▸ **TASK GOAL**:
Copy the entries out again in full.

▸ **EXERCISE MATERIALS**:
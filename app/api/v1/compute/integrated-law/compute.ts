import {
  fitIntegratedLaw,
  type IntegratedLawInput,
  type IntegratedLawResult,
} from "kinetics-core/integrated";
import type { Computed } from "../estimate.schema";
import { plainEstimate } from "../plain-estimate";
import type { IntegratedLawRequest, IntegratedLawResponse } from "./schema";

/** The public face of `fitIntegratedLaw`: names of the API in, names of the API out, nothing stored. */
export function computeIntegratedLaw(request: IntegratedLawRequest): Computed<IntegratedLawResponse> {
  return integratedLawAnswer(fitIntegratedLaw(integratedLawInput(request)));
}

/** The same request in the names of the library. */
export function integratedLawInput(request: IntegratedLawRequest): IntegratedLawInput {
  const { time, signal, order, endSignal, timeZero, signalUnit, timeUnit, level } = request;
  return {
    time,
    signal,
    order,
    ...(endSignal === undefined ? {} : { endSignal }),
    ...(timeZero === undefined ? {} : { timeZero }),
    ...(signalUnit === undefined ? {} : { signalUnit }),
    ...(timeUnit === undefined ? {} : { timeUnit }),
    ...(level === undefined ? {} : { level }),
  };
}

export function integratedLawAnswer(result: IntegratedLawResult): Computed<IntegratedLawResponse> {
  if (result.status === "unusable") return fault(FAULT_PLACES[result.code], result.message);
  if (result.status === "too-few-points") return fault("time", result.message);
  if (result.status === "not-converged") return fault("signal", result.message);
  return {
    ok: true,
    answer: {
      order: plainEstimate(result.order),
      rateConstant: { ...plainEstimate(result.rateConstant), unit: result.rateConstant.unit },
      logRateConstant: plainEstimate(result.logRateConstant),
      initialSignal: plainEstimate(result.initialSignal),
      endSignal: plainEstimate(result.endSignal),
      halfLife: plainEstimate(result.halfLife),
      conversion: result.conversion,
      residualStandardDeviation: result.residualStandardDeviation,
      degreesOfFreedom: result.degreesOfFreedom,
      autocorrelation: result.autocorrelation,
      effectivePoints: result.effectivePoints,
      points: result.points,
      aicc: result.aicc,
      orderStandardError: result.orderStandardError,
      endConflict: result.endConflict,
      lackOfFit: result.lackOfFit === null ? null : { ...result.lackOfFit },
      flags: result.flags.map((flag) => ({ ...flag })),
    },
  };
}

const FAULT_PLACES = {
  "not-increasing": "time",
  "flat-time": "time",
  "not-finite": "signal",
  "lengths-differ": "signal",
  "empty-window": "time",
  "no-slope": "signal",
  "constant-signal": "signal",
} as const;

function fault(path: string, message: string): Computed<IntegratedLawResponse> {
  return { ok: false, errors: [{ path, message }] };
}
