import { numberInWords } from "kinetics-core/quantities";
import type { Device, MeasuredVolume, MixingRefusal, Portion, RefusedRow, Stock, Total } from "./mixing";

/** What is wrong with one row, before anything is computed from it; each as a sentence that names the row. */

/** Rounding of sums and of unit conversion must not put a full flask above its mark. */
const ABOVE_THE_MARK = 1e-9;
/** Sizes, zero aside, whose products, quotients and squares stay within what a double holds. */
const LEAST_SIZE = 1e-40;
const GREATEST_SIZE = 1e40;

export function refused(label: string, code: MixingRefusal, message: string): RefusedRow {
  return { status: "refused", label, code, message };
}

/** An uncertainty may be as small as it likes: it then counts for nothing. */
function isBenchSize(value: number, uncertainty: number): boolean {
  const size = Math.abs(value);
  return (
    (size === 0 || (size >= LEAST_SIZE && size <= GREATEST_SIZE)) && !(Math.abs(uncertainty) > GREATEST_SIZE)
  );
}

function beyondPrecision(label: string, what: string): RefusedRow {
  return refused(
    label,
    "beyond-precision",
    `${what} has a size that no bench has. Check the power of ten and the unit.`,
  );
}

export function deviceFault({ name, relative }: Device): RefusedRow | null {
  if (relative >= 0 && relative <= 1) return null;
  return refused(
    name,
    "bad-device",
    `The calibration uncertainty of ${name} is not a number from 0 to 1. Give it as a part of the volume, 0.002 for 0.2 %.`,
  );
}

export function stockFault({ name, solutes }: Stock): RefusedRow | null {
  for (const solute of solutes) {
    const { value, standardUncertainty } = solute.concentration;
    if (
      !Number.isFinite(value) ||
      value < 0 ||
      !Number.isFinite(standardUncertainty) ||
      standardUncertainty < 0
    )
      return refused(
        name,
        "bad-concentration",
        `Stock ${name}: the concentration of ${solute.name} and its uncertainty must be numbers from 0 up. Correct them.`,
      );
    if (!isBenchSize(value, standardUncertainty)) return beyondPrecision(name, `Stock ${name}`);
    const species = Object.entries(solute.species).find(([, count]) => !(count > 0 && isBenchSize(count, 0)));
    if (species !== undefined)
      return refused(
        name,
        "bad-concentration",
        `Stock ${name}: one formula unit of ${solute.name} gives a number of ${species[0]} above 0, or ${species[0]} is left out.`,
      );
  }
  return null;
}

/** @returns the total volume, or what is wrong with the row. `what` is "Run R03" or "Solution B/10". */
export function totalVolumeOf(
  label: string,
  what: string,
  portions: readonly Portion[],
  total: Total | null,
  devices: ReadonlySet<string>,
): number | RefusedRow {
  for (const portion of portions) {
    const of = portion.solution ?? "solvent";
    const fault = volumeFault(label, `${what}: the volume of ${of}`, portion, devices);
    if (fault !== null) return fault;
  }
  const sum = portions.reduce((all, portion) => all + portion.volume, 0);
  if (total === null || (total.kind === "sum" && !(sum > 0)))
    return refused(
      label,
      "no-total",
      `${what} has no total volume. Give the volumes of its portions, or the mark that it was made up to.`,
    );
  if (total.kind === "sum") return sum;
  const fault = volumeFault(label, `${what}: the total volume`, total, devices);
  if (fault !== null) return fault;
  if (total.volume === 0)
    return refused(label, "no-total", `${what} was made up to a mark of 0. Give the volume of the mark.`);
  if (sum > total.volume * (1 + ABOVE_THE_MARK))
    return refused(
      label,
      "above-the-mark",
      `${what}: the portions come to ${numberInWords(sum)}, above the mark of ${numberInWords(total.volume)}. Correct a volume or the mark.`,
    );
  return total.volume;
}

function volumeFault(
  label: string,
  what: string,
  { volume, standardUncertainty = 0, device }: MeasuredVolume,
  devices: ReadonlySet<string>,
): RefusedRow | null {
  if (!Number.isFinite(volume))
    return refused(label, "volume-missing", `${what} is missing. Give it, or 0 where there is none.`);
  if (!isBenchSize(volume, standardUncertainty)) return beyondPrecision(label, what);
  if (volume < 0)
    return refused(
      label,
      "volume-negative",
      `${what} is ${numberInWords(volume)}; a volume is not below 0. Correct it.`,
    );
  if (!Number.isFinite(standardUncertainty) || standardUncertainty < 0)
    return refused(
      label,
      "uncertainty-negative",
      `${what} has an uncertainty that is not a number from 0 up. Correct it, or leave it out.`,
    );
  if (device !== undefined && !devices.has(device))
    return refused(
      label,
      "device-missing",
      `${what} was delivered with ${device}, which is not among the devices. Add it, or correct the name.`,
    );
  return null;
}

▸ **EXPECTED OUTPUT**:
filename app/api/v1/compute/integrated-law/compute.ts
import {
  fitIntegratedLaw,
  type IntegratedLawInput,
  type IntegratedLawResult,
} from "kinetics-core/integrated";
import type { Computed } from "../estimate.schema";
import { plainEstimate } from "../plain-estimate";
import type { IntegratedLawRequest, IntegratedLawResponse } from "./schema";

/** The public face of `fitIntegratedLaw`: names of the API in, names of the API out, nothing stored. */
export function computeIntegratedLaw(request: IntegratedLawRequest): Computed<IntegratedLawResponse> {
  return integratedLawAnswer(fitIntegratedLaw(integratedLawInput(request)));
}

/** The same request in the names of the library. */
export function integratedLawInput(request: IntegratedLawRequest): IntegratedLawInput {
  const { time, signal, order, endSignal, timeZero, signalUnit, timeUnit, level } = request;
  return {
    time,
    signal,
    order,
    ...(endSignal === undefined ? {} : { endSignal }),
    ...(timeZero === undefined ? {} : { timeZero }),
    ...(signalUnit === undefined ? {} : { signalUnit }),
    ...(timeUnit === undefined ? {} : { timeUnit }),
    ...(level === undefined ? {} : { level }),
  };
}

export function integratedLawAnswer(result: IntegratedLawResult): Computed<IntegratedLawResponse> {
  if (result.status === "unusable") return fault(FAULT_PLACES[result.code], result.message);
  if (result.status === "too-few-points") return fault("time", result.message);
  if (result.status === "not-converged") return fault("signal", result.message);
  return {
    ok: true,
    answer: {
      order: plainEstimate(result.order),
      rateConstant: { ...plainEstimate(result.rateConstant), unit: result.rateConstant.unit },
      logRateConstant: plainEstimate(result.logRateConstant),
      initialSignal: plainEstimate(result.initialSignal),
      endSignal: plainEstimate(result.endSignal),
      halfLife: plainEstimate(result.halfLife),
      conversion: result.conversion,
      residualStandardDeviation: result.residualStandardDeviation,
      degreesOfFreedom: result.degreesOfFreedom,
      autocorrelation: result.autocorrelation,
      effectivePoints: result.effectivePoints,
      points: result.points,
      aicc: result.aicc,
      orderStandardError: result.orderStandardError,
      endConflict: result.endConflict,
      lackOfFit: result.lackOfFit === null ? null : { ...result.lackOfFit },
      flags: result.flags.map((flag) => ({ ...flag })),
    },
  };
}

const FAULT_PLACES = {
  "not-increasing": "time",
  "flat-time": "time",
  "not-finite": "signal",
  "lengths-differ": "signal",
  "empty-window": "time",
  "no-slope": "signal",
  "constant-signal": "signal",
} as const;

function fault(path: string, message: string): Computed<IntegratedLawResponse> {
  return { ok: false, errors: [{ path, message }] };
}
import { numberInWords } from "kinetics-core/quantities";
import type { Device, MeasuredVolume, MixingRefusal, Portion, RefusedRow, Stock, Total } from "./mixing";

/** What is wrong with one row, before anything is computed from it; each as a sentence that names the row. */

/** Rounding of sums and of unit conversion must not put a full flask above its mark. */
const ABOVE_THE_MARK = 1e-9;
/** Sizes, zero aside, whose products, quotients and squares stay within what a double holds. */
const LEAST_SIZE = 1e-40;
const GREATEST_SIZE = 1e40;

export function refused(label: string, code: MixingRefusal, message: string): RefusedRow {
  return { status: "refused", label, code, message };
}

/** An uncertainty may be as small as it likes: it then counts for nothing. */
function isBenchSize(value: number, uncertainty: number): boolean {
  const size = Math.abs(value);
  return (
    (size === 0 || (size >= LEAST_SIZE && size <= GREATEST_SIZE)) && !(Math.abs(uncertainty) > GREATEST_SIZE)
  );
}

function beyondPrecision(label: string, what: string): RefusedRow {
  return refused(
    label,
    "beyond-precision",
    `${what} has a size that no bench has. Check the power of ten and the unit.`,
  );
}

export function deviceFault({ name, relative }: Device): RefusedRow | null {
  if (relative >= 0 && relative <= 1) return null;
  return refused(
    name,
    "bad-device",
    `The calibration uncertainty of ${name} is not a number from 0 to 1. Give it as a part of the volume, 0.002 for 0.2 %.`,
  );
}

export function stockFault({ name, solutes }: Stock): RefusedRow | null {
  for (const solute of solutes) {
    const { value, standardUncertainty } = solute.concentration;
    if (
      !Number.isFinite(value) ||
      value < 0 ||
      !Number.isFinite(standardUncertainty) ||
      standardUncertainty < 0
    )
      return refused(
        name,
        "bad-concentration",
        `Stock ${name}: the concentration of ${solute.name} and its uncertainty must be numbers from 0 up. Correct them.`,
      );
    if (!isBenchSize(value, standardUncertainty)) return beyondPrecision(name, `Stock ${name}`);
    const species = Object.entries(solute.species).find(([, count]) => !(count > 0 && isBenchSize(count, 0)));
    if (species !== undefined)
      return refused(
        name,
        "bad-concentration",
        `Stock ${name}: one formula unit of ${solute.name} gives a number of ${species[0]} above 0, or ${species[0]} is left out.`,
      );
  }
  return null;
}

/** @returns the total volume, or what is wrong with the row. `what` is "Run R03" or "Solution B/10". */
export function totalVolumeOf(
  label: string,
  what: string,
  portions: readonly Portion[],
  total: Total | null,
  devices: ReadonlySet<string>,
): number | RefusedRow {
  for (const portion of portions) {
    const of = portion.solution ?? "solvent";
    const fault = volumeFault(label, `${what}: the volume of ${of}`, portion, devices);
    if (fault !== null) return fault;
  }
  const sum = portions.reduce((all, portion) => all + portion.volume, 0);
  if (total === null || (total.kind === "sum" && !(sum > 0)))
    return refused(
      label,
      "no-total",
      `${what} has no total volume. Give the volumes of its portions, or the mark that it was made up to.`,
    );
  if (total.kind === "sum") return sum;
  const fault = volumeFault(label, `${what}: the total volume`, total, devices);
  if (fault !== null) return fault;
  if (total.volume === 0)
    return refused(label, "no-total", `${what} was made up to a mark of 0. Give the volume of the mark.`);
  if (sum > total.volume * (1 + ABOVE_THE_MARK))
    return refused(
      label,
      "above-the-mark",
      `${what}: the portions come to ${numberInWords(sum)}, above the mark of ${numberInWords(total.volume)}. Correct a volume or the mark.`,
    );
  return total.volume;
}

function volumeFault(
  label: string,
  what: string,
  { volume, standardUncertainty = 0, device }: MeasuredVolume,
  devices: ReadonlySet<string>,
): RefusedRow | null {
  if (!Number.isFinite(volume))
    return refused(label, "volume-missing", `${what} is missing. Give it, or 0 where there is none.`);
  if (!isBenchSize(volume, standardUncertainty)) return beyondPrecision(label, what);
  if (volume < 0)
    return refused(
      label,
      "volume-negative",
      `${what} is ${numberInWords(volume)}; a volume is not below 0. Correct it.`,
    );
  if (!Number.isFinite(standardUncertainty) || standardUncertainty < 0)
    return refused(
      label,
      "uncertainty-negative",
      `${what} has an uncertainty that is not a number from 0 up. Correct it, or leave it out.`,
    );
  if (device !== undefined && !devices.has(device))
    return refused(
      label,
      "device-missing",
      `${what} was delivered with ${device}, which is not among the devices. Add it, or correct the name.`,
    );
  return null;
}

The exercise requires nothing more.